Joe Schmidt’s men failed to retain their title for an unprecedented third time, but were always going to be up against it at this year’s tournament with a mounting injury list heading into the opening round against Wales. The tournament however wasn’t a complete failure for the men in green with more positives than negatives to extract overall.
Strength in depth
Ireland have proved that they have strength in depth. Before the tournament began Ireland were without Tommy Bowe, Iain Henderson, Peter O’Mahony and Luke Fitzgerald. Add in the loss of Paul O’Connell through retirement and the fact that Sean O’Brien, Rob Kearney, Dave Kearney and Mike McCarthy played very little due to injury, and you’re left with an Ireland team that was far from full strength throughout the tournament.
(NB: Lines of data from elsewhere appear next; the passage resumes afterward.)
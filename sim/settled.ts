// Settled probe levels: the voltage each probe settles to when the driver's source is held at a given
// value — the DC operating point of the net for that value (inductors short, capacitors open, every
// rail on), read through the probes' taps exactly as the time loop reads them. The measurements use
// these as the state levels of each edge (IEEE Std 181-2011 allows specified reference levels): the
// levels the net itself would settle to, not the plateaus a histogram of the waveform happens to favour.
//
// One DC solve per source value. For today's linear nets two values would give the whole map (the
// probe voltage is affine in the source value), but solving per value keeps this function right for
// nets whose operating point is not linear in the source (non-linear drivers and receivers).
import { solveDc } from './dc.js';
import { discretize } from './discretize.js';
import { buildLadder } from './ladder.js';
import type { Net } from './model.js';
import { resolveProbes } from './probes.js';
import type { Discretization } from './result.js';

export interface SettledLevels {
  /** The source values, as asked. */
  source: number[];
  /** Probe names, in the net's order. */
  probes: string[];
  /** volts[p][k]: probe p's settled voltage with the source held at source[k]. */
  volts: number[][];
}

/**
 * The settled voltage of every probe for each source value. `plan` is the run's discretization (so a
 * probe part-way along a lossy line reads the same interpolated node voltages as the run's start);
 * without it the net is discretized here. Lines with frequency-dependent loss need no fit: at DC only
 * their DC resistance and conductance count.
 */
export function settledProbeLevels(net: Net, source: readonly number[], plan: Discretization = discretize(net)): SettledLevels {
  const ladder = buildLadder(net, plan);
  const { node, weight } = resolveProbes(net.probes, ladder);
  const volts: number[][] = net.probes.map(() => []);
  for (const s of source) {
    const v = solveDc(ladder, s).v;
    // The probe's tap: node k, plus a fraction w of the way to node k+1 (absent past the last node).
    volts.forEach((row, p) => {
      const k = node[p]!;
      const w = weight[p]!;
      row.push(w === 0 ? v[k]! : v[k]! + w * (v[k + 1]! - v[k]!));
    });
  }
  return { source: [...source], probes: net.probes.map((p) => p.name), volts };
}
Yet this depleted side racked up two impressive wins against Italy and Scotland, drew with Wales, lost by a singular point in Paris and pushed eventual winners England all the way in Twickenham.
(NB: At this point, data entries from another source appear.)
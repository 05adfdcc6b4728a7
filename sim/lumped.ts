// Lumped clusters: the nodes joined by lumped parts (sources, series, shunt, receiver and dielectric
// end branches), each advanced implicitly by a small nodal solve per time step.
//
// Every part (R, L, C in series) is a trapezoidal companion model, v(n+1) = Z·i(n+1) + h(n) with
// Z = R + 2L/Δt + Δt/(2C), i.e. a conductance 1/Z in parallel with a history current −h/Z (Dommel,
// "Digital computation of electromagnetic transients in single- and multiphase networks", IEEE Trans.
// PAS-88(4), 1969). A part with Z = 0 (a plain wire, an ideal source) keeps its current as an extra
// unknown, as in modified nodal analysis (Ho, Ruehli & Brennan, IEEE Trans. Circuits and Systems
// 22(6), 1975). A node with line capacitance obeys its node equation centred at n+½ like the line's
// own (the branch currents averaged over the step, equation times 2):
//   (2C/Δt + G)·V(n+1) + Σ ±(i(n+1) + i(n)) = (2C/Δt − G)·V(n) + 2·I_line(n+½)
// and a node with none Kirchhoff's current law at n+1: Σ ±i(n+1) = I_line(n+½). The node matrix is
// constant, so it is inverted once; each step forms the right-hand side from the history of every
// branch, solves, and updates each branch's state (i, v_L, v_C) on its own.
//
// The seam for elements other than linear R–L–C branches (nonlinear devices solved by Newton–Raphson,
// S-parameter blocks as a companion admittance with recursive-convolution history) is the
// LumpedCluster interface: such a cluster stamps its elements into the same node equations and
// advances with the same inputs (the line currents at n+½ through the incidence lists, the sources'
// values at n+1).
import { invert } from './dense.js';
import { NetError } from './errors.js';
import type { DcState } from './dc.js';
import { EXTERNAL, type Ladder } from './ladder.js';

export interface LumpedCluster {
  /** Slots of the cluster's nodes. */
  readonly nodes: Int32Array;
  /** Advances from n to n+1: line currents at n+½ in `i`, source values at n+1; writes the nodes' voltages into `v`. */
  advance(v: Float64Array, i: Float64Array, sources: Float64Array): void;
}

export interface LumpedSystem {
  clusters: LumpedCluster[];
  /** Slots the clusters own (the line kernel leaves them alone). */
  isLumpedNode: Uint8Array;
  /** Lumped branches per cluster (indices into Ladder.lumped), for messages and checks. */
  branches: number[][];
}

interface ClusterPlan {
  nodes: number[];
  branches: number[];
}

/** Nodes touched by lumped branches, joined into clusters by the branches between two nodes. */
export function planClusters(ladder: Ladder): ClusterPlan[] {
  const owner = new Map<number, number>();
  const parent: number[] = [];
  const find = (k: number): number => {
    while (parent[k] !== k) k = parent[k] = parent[parent[k]];
    return k;
  };
  const touch = (slot: number) => {
    if (!owner.has(slot)) {
      owner.set(slot, parent.length);
      parent.push(parent.length);
    }
    return owner.get(slot)!;
  };
  for (const b of ladder.lumped) {
    const ends = [b.p, b.q].filter((x) => x !== EXTERNAL).map(touch);
    if (ends.length === 2) parent[find(ends[0])] = find(ends[1]);
  }
  const byRoot = new Map<number, ClusterPlan>();
  const slots = [...owner.keys()].sort((a, b) => a - b);
  for (const s of slots) {
    const r = find(owner.get(s)!);
    if (!byRoot.has(r)) byRoot.set(r, { nodes: [], branches: [] });
    byRoot.get(r)!.nodes.push(s);
  }
  ladder.lumped.forEach((b, k) => byRoot.get(find(owner.get(b.p !== EXTERNAL ? b.p : b.q)!))!.branches.push(k));
  return [...byRoot.values()];
}

function isIdeal(p: { r: number; l: number; c?: number }): boolean {
  return p.r === 0 && p.l === 0 && p.c === undefined;
}

export function buildLumped(ladder: Ladder, dt: number, dc: DcState): LumpedSystem {
  const plans = planClusters(ladder);
  const isLumpedNode = new Uint8Array(ladder.slots);
  for (const p of plans) for (const s of p.nodes) isLumpedNode[s] = 1;
  return { clusters: plans.map((p) => new LinearCluster(ladder, p, dt, dc)), isLumpedNode, branches: plans.map((p) => p.branches) };
}

/** A cluster of linear R–L–C branches. */
export class LinearCluster implements LumpedCluster {
  readonly nodes: Int32Array;
  private readonly n: number;
  private readonly nn: number;
  private readonly minv: Float64Array;
  private readonly rhs: Float64Array;
  private readonly x: Float64Array;
  /** Per node: (2C/Δt − G) for a centred node, else 0; line-current weight 2 or 1; history weight 1 or 0. */
  private readonly hist: Float64Array;
  private readonly lam: Float64Array;
  private readonly kap: Float64Array;
  /** Per node, the incident line-cell currents (CSR). */
  private readonly incStart: Int32Array;
  private readonly incCell: Int32Array;
  private readonly incSign: Float64Array;
  /** Companion branches (Z > 0) then ideal ones: local node of each end (−1 external), source index of an external p, rail of an external q. */
  private readonly nc: number;
  private readonly bp: Int32Array;
  private readonly bq: Int32Array;
  private readonly bSource: Int32Array;
  private readonly bRail: Float64Array;
  private readonly geq: Float64Array;
  private readonly kL: Float64Array;
  private readonly kC: Float64Array;
  private readonly jh: Float64Array;
  /** Branch state: current p → q, inductor voltage, capacitor voltage. */
  readonly current: Float64Array;
  private readonly vL: Float64Array;
  private readonly vC: Float64Array;
  /** Index into Ladder.lumped of each branch, in this cluster's order. */
  readonly branchIndex: Int32Array;

  constructor(ladder: Ladder, plan: ClusterPlan, dt: number, dc: DcState) {
    const local = new Map(plan.nodes.map((s, a) => [s, a]));
    const companion = plan.branches.filter((k) => !isIdeal(ladder.lumped[k].part));
    const ideal = plan.branches.filter((k) => isIdeal(ladder.lumped[k].part));
    const order = [...companion, ...ideal];
    const nn = plan.nodes.length;
    const nb = order.length;
    this.nn = nn;
    this.n = nn + ideal.length;
    this.nc = companion.length;
    this.nodes = Int32Array.from(plan.nodes);
    this.branchIndex = Int32Array.from(order);
    this.rhs = new Float64Array(this.n);
    this.x = new Float64Array(this.n);
    this.hist = new Float64Array(nn);
    this.lam = new Float64Array(nn);
    this.kap = new Float64Array(nn);
    const incidence = plan.nodes.map((s) => ladder.ends.get(s) ?? []);
    this.incStart = new Int32Array(nn + 1);
    incidence.forEach((list, a) => (this.incStart[a + 1] = this.incStart[a] + list.length));
    this.incCell = Int32Array.from(incidence.flat(), (e) => e.cell);
    this.incSign = Float64Array.from(incidence.flat(), (e) => e.sign);
    const lumped = order.map((k) => ladder.lumped[k]);
    this.bp = Int32Array.from(lumped, (b) => (b.p === EXTERNAL ? -1 : local.get(b.p)!));
    this.bq = Int32Array.from(lumped, (b) => (b.q === EXTERNAL ? -1 : local.get(b.q)!));
    this.bSource = Int32Array.from(lumped, (b) => b.source);
    this.bRail = Float64Array.from(lumped, (b) => b.part.rail);
    this.kL = Float64Array.from(lumped, (b) => (2 * b.part.l) / dt);
    this.kC = Float64Array.from(lumped, (b) => (b.part.c !== undefined ? dt / (2 * b.part.c) : 0));
    this.geq = Float64Array.from(lumped, (b, k) => (k < this.nc ? 1 / (b.part.r + this.kL[k] + this.kC[k]) : 0));
    this.jh = new Float64Array(nb);
    this.current = Float64Array.from(order, (k) => dc.lumped[k]);
    this.vL = new Float64Array(nb);
    this.vC = Float64Array.from(lumped, (b, k) => {
      if (b.part.c === undefined) return 0;
      const vp = b.p !== EXTERNAL ? dc.v[b.p] : NaN;
      const vq = b.q !== EXTERNAL ? dc.v[b.q] : b.part.rail;
      return vp - vq - b.part.r * this.current[k];
    });
    const m = this.nodeMatrix(ladder, dt);
    const inv = invert(m, this.n);
    if (!inv) {
      throw new NetError([
        {
          path: [...new Set(lumped.map((b) => b.item))].join(', '),
          message: 'these parts leave a node without a unique voltage (a loop of ideal sources and zero-ohm parts, or two ideal sources on one node)',
        },
      ]);
    }
    this.minv = inv;
  }

  /** The constant matrix: node capacitance and conductance, the companion conductances, the ideal branches' rows. */
  private nodeMatrix(ladder: Ladder, dt: number): Float64Array {
    const { n, nn } = this;
    const m = new Float64Array(n * n);
    this.nodes.forEach((s, a) => {
      const c = ladder.nodeC[s];
      const g = ladder.nodeG[s];
      const centred = c > 0 || g > 0;
      this.hist[a] = centred ? (2 * c) / dt - g : 0;
      this.lam[a] = centred ? 2 : 1;
      this.kap[a] = centred ? 1 : 0;
      if (centred) m[a * n + a] += (2 * c) / dt + g;
    });
    for (let k = 0; k < this.nc; k++) {
      const p = this.bp[k];
      const q = this.bq[k];
      const g = this.geq[k];
      if (p >= 0) m[p * n + p] += g;
      if (q >= 0) m[q * n + q] += g;
      if (p >= 0 && q >= 0) {
        m[p * n + q] -= g;
        m[q * n + p] -= g;
      }
    }
    for (let k = this.nc; k < this.bp.length; k++) {
      const r = nn + k - this.nc;
      const p = this.bp[k];
      const q = this.bq[k];
      if (p >= 0) m[p * n + r] = m[r * n + p] = 1;
      if (q >= 0) m[q * n + r] = m[r * n + q] = -1;
    }
    return m;
  }

  advance(v: Float64Array, i: Float64Array, sources: Float64Array): void {
    const { n, nn, nc, rhs, x, nodes, hist, lam, kap, incStart, incCell, incSign, current, bp, bq, bSource, bRail, geq, kL, kC, jh, vL, vC, minv } = this;
    const nb = bp.length;
    for (let a = 0; a < nn; a++) {
      let sum = 0;
      for (let e = incStart[a]; e < incStart[a + 1]; e++) sum += incSign[e] * i[incCell[e]];
      rhs[a] = hist[a] * v[nodes[a]] + lam[a] * sum;
    }
    // companion branches: i(n+1) = geq·(vp − vq) + J, J = −h/Z, h = vC − vL + (Δt/2C − 2L/Δt)·i(n)
    for (let k = 0; k < nc; k++) {
      const ik = current[k];
      const j = -geq[k] * (vC[k] - vL[k] + (kC[k] - kL[k]) * ik);
      jh[k] = j;
      const p = bp[k];
      const q = bq[k];
      if (p >= 0) {
        rhs[p] -= j + kap[p] * ik;
        if (q < 0) rhs[p] += geq[k] * bRail[k];
      }
      if (q >= 0) {
        rhs[q] += j + kap[q] * ik;
        if (p < 0) rhs[q] += geq[k] * sources[bSource[k]];
      }
    }
    // ideal branches: their current is an unknown; their row says vp − vq = 0
    for (let k = nc; k < nb; k++) {
      const ik = current[k];
      const p = bp[k];
      const q = bq[k];
      let known = 0;
      if (p >= 0) rhs[p] -= kap[p] * ik;
      else known -= sources[bSource[k]];
      if (q >= 0) rhs[q] += kap[q] * ik;
      else known += bRail[k];
      rhs[nn + k - nc] = known;
    }
    for (let r = 0; r < n; r++) {
      let acc = 0;
      const o = r * n;
      for (let c = 0; c < n; c++) acc += minv[o + c] * rhs[c];
      x[r] = acc;
    }
    for (let a = 0; a < nn; a++) v[nodes[a]] = x[a];
    // each branch's new current and its inductor and capacitor voltages (trapezoidal rule):
    // vL(n+1) = 2L/Δt·(i(n+1) − i(n)) − vL(n);  vC(n+1) = vC(n) + Δt/(2C)·(i(n+1) + i(n))
    for (let k = 0; k < nb; k++) {
      let inew: number;
      if (k < nc) {
        const vp = bp[k] >= 0 ? x[bp[k]] : sources[bSource[k]];
        const vq = bq[k] >= 0 ? x[bq[k]] : bRail[k];
        inew = geq[k] * (vp - vq) + jh[k];
      } else inew = x[nn + k - nc];
      const iold = current[k];
      vL[k] = kL[k] * (inew - iold) - vL[k];
      vC[k] += kC[k] * (inew + iold);
      current[k] = inew;
    }
  }
}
The emergence of new talent
CJ Stander has been a revelation at this year’s tournament. Man of the match in the opening game, the Munster man started every game and will leave Schmidt with a huge selection headache with Peter O’Mahony returns from injury. We also saw the emergence of Josh Van Der Flier, Ultan Dillane and Stuart McCloskey who will no doubt be part the Irish set-up for many more years to come.
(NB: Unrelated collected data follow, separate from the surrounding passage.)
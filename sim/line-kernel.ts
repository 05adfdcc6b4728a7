// The line cells' leapfrog update, built once as flat arrays and per-segment coefficients.
// Telegrapher equations per cell, with R and G averaged over the step (semi-implicit, stable):
//   (L/Δt + R/2)·I(n+½) = (L/Δt − R/2)·I(n−½) + V_k(n) − V_k+1(n)
//   (C/Δt + G/2)·V(n+1) = (C/Δt − G/2)·V(n)   + I_in(n+½) − I_out(n+½)
// (C. R. Paul, Analysis of Multiconductor Transmission Lines, FDTD chapter.)
// Cells of one segment are identical, so each segment's coefficients are four scalars, and its slots
// are contiguous (ladder.ts): the loop reads the voltages of its end slots base and base+N, which are
// the end nodes themselves or ghost copies refreshed at the start of the step. The nodes where
// segments meet, or where a segment ends open, are updated in a short pass of their own from the sum
// of the cell currents in their incidence lists (Kirchhoff's current law).
// A segment with frequency-dependent loss also carries one state per R‖L section in every cell and
// one per R–C dielectric branch on every interior node (see lossy-segment.ts).
import { advanceCoupledSlots, buildCoupledSlots, type CoupledSlots } from './coupled/slots.js';
import type { DcState } from './dc.js';
import type { Ladder } from './ladder.js';
import { advanceLossySegment, buildLossySegments, type LossySegments } from './lossy-segment.js';

export interface LineKernel {
  /** Slot voltages; index `slots` is a zero pad. */
  v: Float64Array;
  /** Cell currents: i[j] is the cell ending at slot j of its segment (see ladder.ts); the rest stay 0. */
  i: Float64Array;
  /** Per segment: first and last slot, current coefficients (a, b) and interior-node coefficients (c, d). */
  segStart: Int32Array;
  segEnd: Int32Array;
  segA: Float64Array;
  segB: Float64Array;
  segC: Float64Array;
  segD: Float64Array;
  /** Ghost slots and the real slots they copy, in pairs. */
  ghosts: Int32Array;
  /** Segment end nodes that no lumped part touches: junctions of segments and open ends. */
  joinNode: Int32Array;
  joinC: Float64Array;
  joinD: Float64Array;
  /** Incidence of each join (CSR): cells joinCell[joinStart[n] … joinStart[n+1]) with signs ±1. */
  joinStart: Int32Array;
  joinCell: Int32Array;
  joinSign: Float64Array;
  /** Segments with auxiliary loss states; they are not in the plain segment arrays above. */
  lossy: LossySegments;
  /** Coupled sections: their conductors' segments are not in the arrays above either (coupled/slots.ts). */
  coupled: CoupledSlots[];
}

function nodeCoefficients(c: number, g: number, dt: number): [number, number] {
  const den = c / dt + g / 2;
  return [(c / dt - g / 2) / den, 1 / den];
}

export function buildLineKernel(ladder: Ladder, dt: number, dc: DcState, isLumpedNode: Uint8Array): LineKernel {
  const m = ladder.slots;
  const lines = ladder.segments.filter((s) => s.cells > 0 && !s.coupling);
  const hasAux = (s: (typeof lines)[number]) => (s.line.series?.length ?? 0) + (s.line.shunt?.length ?? 0) > 0;
  const spans = lines.filter((s) => !hasAux(s));
  const joinList = [...ladder.ends.keys()].filter((node) => !isLumpedNode[node]).sort((a, b) => a - b);
  const incidence = joinList.map((node) => ladder.ends.get(node)!);
  const k: LineKernel = {
    v: new Float64Array(m + 1),
    i: new Float64Array(m + 1),
    segStart: Int32Array.from(spans, (s) => s.base),
    segEnd: Int32Array.from(spans, (s) => s.base + s.cells),
    segA: new Float64Array(spans.length),
    segB: new Float64Array(spans.length),
    segC: new Float64Array(spans.length),
    segD: new Float64Array(spans.length),
    ghosts: ladder.ghosts,
    joinNode: Int32Array.from(joinList),
    joinC: new Float64Array(joinList.length),
    joinD: new Float64Array(joinList.length),
    joinStart: Int32Array.from([0, ...incidence.map((_, n) => incidence.slice(0, n + 1).reduce((t, l) => t + l.length, 0))]),
    joinCell: Int32Array.from(incidence.flat(), (e) => e.cell),
    joinSign: Float64Array.from(incidence.flat(), (e) => e.sign),
    lossy: buildLossySegments(lines.filter(hasAux), dt, dc),
    coupled: ladder.circuit.coupled.filter((c) => ladder.segments[c.segments[0]].cells > 0).map((c) => buildCoupledSlots(ladder, c.name, c.segments, c.line, dt)),
  };
  spans.forEach((s, n) => {
    // every cell of the segment has the same L′ΔZ and R′ΔZ
    const cellL = s.line.l * s.cellLength;
    const cellR = s.line.r * s.cellLength;
    const den = cellL / dt + cellR / 2;
    k.segA[n] = (cellL / dt - cellR / 2) / den;
    k.segB[n] = 1 / den;
    // interior nodes carry a whole cell's C and G
    const cellC = s.cells > 1 ? ladder.nodeC[s.base + 1] : 0;
    const cellG = s.cells > 1 ? ladder.nodeG[s.base + 1] : 0;
    [k.segC[n], k.segD[n]] = cellC > 0 ? nodeCoefficients(cellC, cellG, dt) : [1, 0];
  });
  joinList.forEach((node, n) => ([k.joinC[n], k.joinD[n]] = nodeCoefficients(ladder.nodeC[node], ladder.nodeG[node], dt)));
  k.v.set(dc.v);
  k.i.set(dc.i);
  return k;
}

/**
 * One leapfrog step of a segment's cells, both half steps fused in one pass: the current right of node n
 * is advanced from the old voltages at n and n+1, then interior node n from the new currents on both sides.
 */
function advanceSegment(v: Float64Array, i: Float64Array, start: number, end: number, a: number, b: number, c: number, d: number): void {
  let vn = v[start + 1]; // old voltages are carried in registers: each is read once
  let left = a * i[start + 1] + b * (v[start] - vn);
  i[start + 1] = left;
  for (let n = start + 1; n < end; n++) {
    const vNext = v[n + 1];
    const right = a * i[n + 1] + b * (vn - vNext);
    i[n + 1] = right;
    v[n] = c * vn + d * (left - right);
    left = right;
    vn = vNext;
  }
}

/** The voltage half step at segment ends that are not lumped nodes, from the sum of the new currents meeting there. */
function advanceJoins(k: LineKernel): void {
  const { v, i, joinNode, joinC, joinD, joinStart, joinCell, joinSign } = k;
  for (let n = 0; n < joinNode.length; n++) {
    const node = joinNode[n];
    let sum = 0;
    for (let e = joinStart[n]; e < joinStart[n + 1]; e++) sum += joinSign[e] * i[joinCell[e]];
    v[node] = joinC[n] * v[node] + joinD[n] * sum;
  }
}

/** Ghost slots take their real node's voltage at step n, before the cells read them. */
function refreshGhosts(v: Float64Array, ghosts: Int32Array): void {
  for (let g = 0; g < ghosts.length; g += 2) v[ghosts[g]] = v[ghosts[g + 1]];
}

export function advanceLineCells(k: LineKernel): void {
  refreshGhosts(k.v, k.ghosts);
  for (let s = 0; s < k.segStart.length; s++) {
    advanceSegment(k.v, k.i, k.segStart[s], k.segEnd[s], k.segA[s], k.segB[s], k.segC[s], k.segD[s]);
  }
  for (let s = 0; s < k.lossy.count; s++) advanceLossySegment(k.lossy, s, k.v, k.i);
  for (let s = 0; s < k.coupled.length; s++) advanceCoupledSlots(k.coupled[s], k.v, k.i);
  advanceJoins(k);
}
The return to form of senior players
Johnny Sexton had a hugely impressive tournament having coming in on a poor run of form. Munster players such as Tommy O’Donnell, Keith Earls, Simon Zebo, Conor Murray and Donnacha Ryan came into the tournament with their confidence with all of them having a solid tournament, Murray and Ryan had particularly good tournament’s respectively. Jack McGrath also had a sensational tournament and is finally starting to show his potential.
Seeding for Rugby World Cup 2019
Thanks to today’s win, Ireland has secured a top eight ranking which is crucial heading into the next Rugby World Cup as it decides the seeding process.
Style of play
Ireland’s style of play which was heavily criticised during the Rugby World Cup hasn’t changed. Joe Schmidt’s men continue to rely heavily on their kicking game and continue to fail to convert their chances, relying too much on penalties, rather than getting tries.
Ireland went into this year’s tournament with no defence coach following the loss of Les Kiss. This was clearly evident as they were caught napping several times in defence throughout the tournament. Ireland look particularly weak out wide in defence. On a positive note Andy Farrell will take up his position as new defence coach in the coming weeks and brings with him a very impressive record with Saracens, England and the Lions.
The tried and trusted method
Stuart McCloskey was limited to one game against England and really should have been given more opportunities. Jared Payne should have been tried at fullback and Paddy Jackson should have at least been given a cameo based on his current form. Schmidt did well to introduce some new talent and change things around but could have done more. Fergus McFadden should not have been near an Irish squad.